Recogí leña seca del pequeño montón junto a la pared del fondo, la arrojé formando un círculo tosco en el suelo de piedra y luego saqué un mechero de mi bolsillo. Las llamas prendieron rápidamente: pequeñas, calientes.
Sostuve el cuchillo en el fuego; la hoja se puso al rojo vivo en segundos.
Drake se removió, gimiendo, y sus ojos se abrieron con un aleteo justo cuando yo sacaba el metal incandescente.
Me arrodillé, me senté a horcajadas sobre su pecho para inmovilizarlo y luego presioné la parte plana de la hoja ardiente contra uno de los muñones de su muñeca.

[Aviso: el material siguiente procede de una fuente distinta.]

package geotiff

import (
	"bytes"
	"errors"
	"math"
	"os"
	"path/filepath"
	"strings"
	"testing"

	"drygrid/bands"
	"drygrid/grid"
)

// tiffRowsFrom serves the rows of r, and their codes in the default
// scheme (tiffTestBands, Scheme.Classify cell by cell), as a RowFunc and
// checks the call contract (row order, block size).
func tiffRowsFrom(t *testing.T, r *grid.Float32, tile int) RowFunc {
	next := 0
	codes := tiffTestBands(r, bands.Default())
	return func(row0, n int, dst []float32, u8 []uint8) error {
		if row0 != next || n <= 0 || (n != tile && row0+n != r.Spec.Rows) || len(dst) != n*r.Spec.Cols ||
			(u8 != nil && len(u8) != len(dst)) {
			t.Errorf("produce(%d, %d, %d values, %d codes): want rows from %d in blocks of %d", row0, n, len(dst), len(u8), next, tile)
		}
		next = row0 + n
		lo, hi := row0*r.Spec.Cols, (row0+n)*r.Spec.Cols
		copy(dst, r.Data[lo:hi])
		if u8 != nil {
			copy(u8, codes.Data[lo:hi])
		}
		return nil
	}
}

// TestTIFFRowsSameBytes: the row encoders write byte for byte what
// EncodeIndex and EncodeBands write for the whole raster, so every
// GDAL check of those files (geotiff_test.go: gdalinfo, the COG validator,
// values read back by GDAL) holds for the streamed files too. The sizes
// give partial tiles, a partial last block, tile rows of overviews that end
// mid-block, and (8300 columns at tile 16) an overview factor of 32, larger
// than the tile.
func TestTIFFRowsSameBytes(t *testing.T) {
	s := bands.Default()
	cases := []struct {
		cols, rows, tile, workers int
		overviews                 bool
	}{
		{37, 23, 16, 1, true},
		{600, 530, 16, 3, true},
		{1100, 700, 32, 2, true},
		{8300, 40, 16, 2, true},
		{1030, 515, 256, 1, true},
		{300, 200, 16, 2, false},
	}
	for _, c := range cases {
		spec := grid.Spec{West: -30, North: 60, Res: 0.05, Cols: c.cols, Rows: c.rows}
		r := tiffTestField(spec)
		// Some NaN cells, which the writers store as no data.
		for i := 7; i < len(r.Data); i += 101 {
			r.Data[i] = float32(math.NaN())
		}
		opt := DefaultOptions()
		opt.TileSize, opt.Workers, opt.Overviews = c.tile, c.workers, c.overviews
		var wantI, wantB, gotI, gotB, gotI2 bytes.Buffer
		if err := EncodeIndex(&wantI, r, opt); err != nil {
			t.Fatal(err)
		}
		if err := EncodeBands(&wantB, tiffTestBands(r, s), s, opt); err != nil {
			t.Fatal(err)
		}
		if err := EncodeIndexBandsRows(&gotI, &gotB, spec, r.NoData, s, tiffRowsFrom(t, r, c.tile), opt); err != nil {
			t.Fatal(err)
		}
		if err := EncodeIndexRows(&gotI2, spec, r.NoData, tiffRowsFrom(t, r, c.tile), opt); err != nil {
			t.Fatal(err)
		}
		if !bytes.Equal(gotI.Bytes(), wantI.Bytes()) || !bytes.Equal(gotI2.Bytes(), wantI.Bytes()) {
			t.Errorf("%+v: streamed index file differs (%d, %d bytes, want %d)", c, gotI.Len(), gotI2.Len(), wantI.Len())
		}
		if !bytes.Equal(gotB.Bytes(), wantB.Bytes()) {
			t.Errorf("%+v: streamed band file differs (%d bytes, want %d)", c, gotB.Len(), wantB.Len())
		}
		// The same with the compressed tiles spilled to a temporary file,
		// which is gone afterwards: all of them, the second half of them,
		// or none (the default budget holds these small rasters).
		spill := t.TempDir()
		opt.SpillDir = spill
		def := tiffMemoryTiles
		for _, budget := range []int64{0, int64(wantI.Len()+wantB.Len()) / 2, def} {
			tiffMemoryTiles = budget
			gotI.Reset()
			gotB.Reset()
			rows, spilled := tiffRowsFrom(t, r, c.tile), false
			watch := func(row0, n int, dst []float32, u8 []uint8) error {
				if left, _ := os.ReadDir(spill); len(left) != 0 {
					spilled = true
				}
				return rows(row0, n, dst, u8)
			}
			if err := EncodeIndexBandsRows(&gotI, &gotB, spec, r.NoData, s, watch, opt); err != nil {
				t.Fatal(err)
			}
			if !bytes.Equal(gotI.Bytes(), wantI.Bytes()) || !bytes.Equal(gotB.Bytes(), wantB.Bytes()) {
				t.Errorf("%+v, %d bytes in memory: spilled files differ", c, budget)
			}
			// The file is made once the tiles pass the budget; with two
			// blocks or more the first block's tiles are compressed while
			// the second is produced.
			if want := budget == 0 && spec.Rows > 2*c.tile; want && !spilled {
				t.Errorf("%+v, %d bytes in memory: no spill file seen", c, budget)
			}
			if budget == def && spilled {
				t.Errorf("%+v: spill file made within the budget", c)
			}
		}
		tiffMemoryTiles = def
		if left, _ := os.ReadDir(spill); len(left) != 0 {
			t.Errorf("%+v: spill file left behind: %v", c, left)
		}
	}
}

// TestTIFFRowsWriteFiles: WriteIndexBandsRows writes the files, the
// band sidecar included, that WriteIndex and WriteBands write, and
// leaves no spill file beside them.
func TestTIFFRowsWriteFiles(t *testing.T) {
	s := bands.Default()
	spec := grid.Spec{West: 100, North: -10, Res: 0.1, Cols: 700, Rows: 600}
	r := tiffTestField(spec)
	opt := DefaultOptions()
	want, got := t.TempDir(), t.TempDir()
	if err := WriteIndex(filepath.Join(want, "index.tif"), r, opt); err != nil {
		t.Fatal(err)
	}
	if err := WriteBands(filepath.Join(want, "bands.tif"), tiffTestBands(r, s), s, opt); err != nil {
		t.Fatal(err)
	}
	if err := WriteIndexBandsRows(filepath.Join(got, "index.tif"), filepath.Join(got, "bands.tif"), spec, r.NoData, s,
		tiffRowsFrom(t, r, opt.TileSize), opt); err != nil {
		t.Fatal(err)
	}
	if err := WriteIndexRows(filepath.Join(got, "index2.tif"), spec, r.NoData, tiffRowsFrom(t, r, opt.TileSize), opt); err != nil {
		t.Fatal(err)
	}
	files := map[string]string{"index.tif": "index.tif", "index2.tif": "index.tif", "bands.tif": "bands.tif",
		"bands.tif.aux.xml": "bands.tif.aux.xml"}
	for g, w := range files {
		a, err1 := os.ReadFile(filepath.Join(got, g))
		b, err2 := os.ReadFile(filepath.Join(want, w))
		if err1 != nil || err2 != nil || !bytes.Equal(a, b) {
			t.Errorf("%s: differs from %s (%v, %v)", g, w, err1, err2)
		}
	}
	if left, _ := os.ReadDir(got); len(left) != len(files) {
		t.Errorf("files left: %v", left)
	}
}

// TestTIFFRowsErrors: a producer error comes back with its rows named and
// stops the run; bad arguments are refused.
func TestTIFFRowsErrors(t *testing.T) {
	spec := grid.Spec{West: 0, North: 10, Res: 0.01, Cols: 700, Rows: 900}
	boom := errors.New("boom")
	calls := 0
	err := EncodeIndexBandsRows(&bytes.Buffer{}, &bytes.Buffer{}, spec, -9999, bands.Default(),
		func(row0, n int, dst []float32, _ []uint8) error {
			calls++
			if row0 >= 512 {
				return boom
			}
			return nil
		}, DefaultOptions())
	if !errors.Is(err, boom) || !strings.Contains(err.Error(), "rows 512-767") {
		t.Errorf("producer error: got %v", err)
	}
	if calls != 3 {
		t.Errorf("producer called %d times after its error at the third block, want 3", calls)
	}
	ok := func(int, int, []float32, []uint8) error { return nil }
	bad := []error{
		EncodeIndexBandsRows(nil, nil, spec, -9999, nil, ok, DefaultOptions()),
		EncodeIndexBandsRows(nil, &bytes.Buffer{}, spec, -9999, nil, ok, DefaultOptions()),
		EncodeIndexRows(&bytes.Buffer{}, spec, -9999, nil, DefaultOptions()),
		EncodeIndexRows(&bytes.Buffer{}, grid.Spec{Res: 1}, -9999, ok, DefaultOptions()),
		EncodeIndexRows(&bytes.Buffer{}, spec, -9999, ok, Options{TileSize: 17}),
		WriteIndexBandsRows("", "", spec, -9999, nil, ok, DefaultOptions()),
		WriteIndexRows(filepath.Join(t.TempDir(), "index.tif"), spec, -9999, nil, DefaultOptions()),
	}
	for i, err := range bad {
		if err == nil {
			t.Errorf("bad call %d: no error", i)
		}
	}
}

El siseo fue inmediato: la carne quemándose, la sangre crepitando y chasqueando.
Drake se despertó gritando —un grito agudo, animal—, su cuerpo convulsionando bajo el mío.
—¡AAAAAHHHH… JODER… QUEMA… PARA…!
—¡Camilla, sujétalo! —ladré.
Se acercó a toda prisa, todavía en toples, sus enormes tetas balanceándose pesadamente, y cayó de rodillas junto a su cabeza. Le rodeó los hombros con los brazos, presionando sus pechos desnudos y pesados contra su espalda, intentando mantenerlo quieto mientras él se retorcía y aullaba.
—¡Drake… para… por favor… quédate quieto…! —sollozó, mientras las lágrimas goteaban sobre la cara de él y sus gordos pezones se arrastraban por su camisa mientras luchaba por sujetarlo—. ¡Es por tu propio bien… por favor…!
El olor golpeó: carne quemada, sangre cobriza, piel carbonizada; un olor denso y asfixiante que llenó la cueva.
—Eres tan cruel… Tú… —gimió Nicole.
—No mires, bebé… no mires… —susurró Mira frenéticamente.
Cautericé el segundo muñón —esta vez más rápido—; el grito de Drake alcanzó su punto álgido en un gorgoteo áspero y entrecortado antes de que sus ojos se pusieran en blanco y volviera a quedar flácido, desmayado por el dolor y la pérdida de sangre.
Me puse de pie; el cuchillo se enfriaba, con la hoja negra por la carbonilla.
—Fuera —ordené con voz plana—. Todos excepto Camilla. Dadnos espacio.
Lisa guio a Megan y a las demás hacia el túnel del fondo; Nicole se aferraba a Mira, mientras Angela y Lisa las flanqueaban protectoramente.
Solo Camilla se quedó, arrodillada en la sangre, en toples, sus enormes tetas de mexicana subiendo y bajando con cada sollozo, los pezones gruesos y oscuros contra su piel morena, el culo aún marcado de rojo y balanceándose ligeramente mientras se mecía de dolor.
Compré la medicina del supermercado y la saqué. La abrí de un tirón: dos cápsulas blancas —analgésico y sedante— más una pequeña pastilla verde que brillaba débilmente. La píldora curativa. Me costó 1000 Puntos de Pervertido; caro, pero valió la pena.
Drake era útil vivo.
¿Un hombre destrozado y sin manos? Aún podía mirar. Aún sufrir. Aún recordar a todos lo que pasaba cuando te cruzabas en mi camino. Y si alguna vez volvía a necesitar una baza contra Camilla… él era perfecto.
Me arrodillé, le eché la cabeza hacia atrás y le metí las pastillas por la garganta con un poco de agua de la palangana. Tosió —débilmente— y luego tragó por reflejo.